◆ **What you are asked to do**
Could you copy every line of the data that contains the word "target"?

*** Source information ***

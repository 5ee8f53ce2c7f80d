import type { Field, Vec } from '../fields/Field';
import type { SparseRows } from './SparseEchelon';

/**
 * A basis of the kernel of a matrix given by sparse rows, by dense
 * Gauss–Jordan elimination (partial pivoting by magnitude in the real
 * field). Meant for the small complexes left after reduction.
 */
export function denseKernel<E>(F: Field<E>, m: SparseRows<E>): Vec<E>[] {
  const n = m.nCols;
  const rowsCount = m.rows.length;
  const a: Vec<E>[] = m.rows.map((r) => {
    const v = F.newVec(n);
    for (let i = 0; i < r.cols.length; i++) v[r.cols[i]] = F.add(v[r.cols[i]], r.vals[i]);
    return v;
  });
  const pivotRowOfCol = new Int32Array(n).fill(-1);
  let row = 0;
  for (let c = 0; c < n && row < rowsCount; c++) {
    let pr = -1;
    let best = 0;
    for (let r = row; r < rowsCount; r++) {
      const v = a[r][c];
      if (F.negligible(v, m.scale)) continue;
      const mag = F.magnitude(v);
      if (mag > best) {
        best = mag;
        pr = r;
        if (F.kind !== 'real') break;
      }
    }
    if (pr < 0) continue;
    [a[row], a[pr]] = [a[pr], a[row]];
    const pinv = F.inv(a[row][c]);
    const prow = a[row];
    for (let j = c; j < n; j++) prow[j] = F.mul(prow[j], pinv);
    for (let r = 0; r < rowsCount; r++) {
      if (r === row) continue;
      const f = a[r][c];
      if (F.isZero(f)) continue;
      const target = a[r];
      for (let j = c; j < n; j++) {
        const pj = prow[j];
        if (!F.isZero(pj)) target[j] = F.sub(target[j], F.mul(f, pj));
      }
      target[c] = F.zero;
    }
    pivotRowOfCol[c] = row++;
  }
  const basis: Vec<E>[] = [];
  for (let f = 0; f < n; f++) {
    if (pivotRowOfCol[f] >= 0) continue;
    const v = F.newVec(n);
    v[f] = F.one;
    for (let c = 0; c < n; c++) {
      const r = pivotRowOfCol[c];
      if (r >= 0) v[c] = F.neg(a[r][f]);
    }
    basis.push(v);
  }
  return basis;
}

*** End of Source information ***

◆ **Solution to this exercise**
      const target = a[r];
        if (!F.isZero(pj)) target[j] = F.sub(target[j], F.mul(f, pj));
      target[c] = F.zero;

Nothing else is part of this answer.